- _About this exercise_: Look through the data below for the string "more", and copy every line where it turns up.

________________________________________

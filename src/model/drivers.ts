// Yearly numbers from outside the model, such as rain: each year of the model has one of the years that are given.
import type { Finding } from '../spec/finding.ts';
import type { Spec } from '../spec/schema/spec.ts';
import { readYear } from './calendar.ts';
import { fail } from './context.ts';
import type { DriverValues } from './numbers.ts';

interface Span {
  readonly firstYear: number;
  readonly steps: number;
}

export function resolveDrivers(spec: Spec, { firstYear, steps }: Span, findings: Finding[]): DriverValues {
  const { drivers } = spec;
  if (drivers === undefined) return new Map();
  return new Map(
    Object.entries(drivers.values).map(([name, byYear]) => {
      const path = ['drivers', 'values', name];
      const values = new Map(
        Object.entries(byYear).map(([year, value]) => [readYear({ findings }, year, [...path, year]), value]),
      );
      const known = [...values].filter(([year]) => !Number.isNaN(year)).sort(([a], [b]) => a - b);
      if (drivers.future === 'repeat') return [name, repeating(known, firstYear)];
      tellMissing(name, { values, firstYear, steps, findings });
      // Where one is missing that was told; any number will do, so that nothing else is told of it.
      return [name, (year: number) => values.get(year) ?? known[0]?.[1] ?? 0];
    }),
  );
}

/** The first year of the model has the first value, and after the last it begins anew. */
function repeating(known: readonly (readonly [number, number])[], firstYear: number): (year: number) => number {
  return (year) => {
    const at = (year - firstYear) % known.length;
    return known[at < 0 ? at + known.length : at]?.[1] ?? NaN;
  };
}

interface Missing extends Span {
  readonly values: ReadonlyMap<number, number>;
  readonly findings: Finding[];
}

function tellMissing(name: string, { values, firstYear, steps, findings }: Missing): void {
  const years = Array.from({ length: steps }, (_, t) => firstYear + t).filter((year) => !values.has(year));
  const [first] = years;
  if (first === undefined) return;
  const more = years.length > 1 ? ` and ${String(years.length - 1)} more ${years.length > 2 ? 'years' : 'year'}` : '';
  fail({ findings }, 'driver-years', ['drivers', 'values', name], {
    message: `\`${name}\` has no value for ${String(first)}${more}`,
    part: 'key',
    details: {
      expected: `a value for each year from ${String(firstYear)} to ${String(firstYear + steps - 1)}`,
      fix: 'Add them, shorten `years`, or write `future: repeat`.',
    },
  });
}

________________________________________

- _Task result_:
  const more = years.length > 1 ? ` and ${String(years.length - 1)} more ${years.length > 2 ? 'years' : 'year'}` : '';
    message: `\`${name}\` has no value for ${String(first)}${more}`,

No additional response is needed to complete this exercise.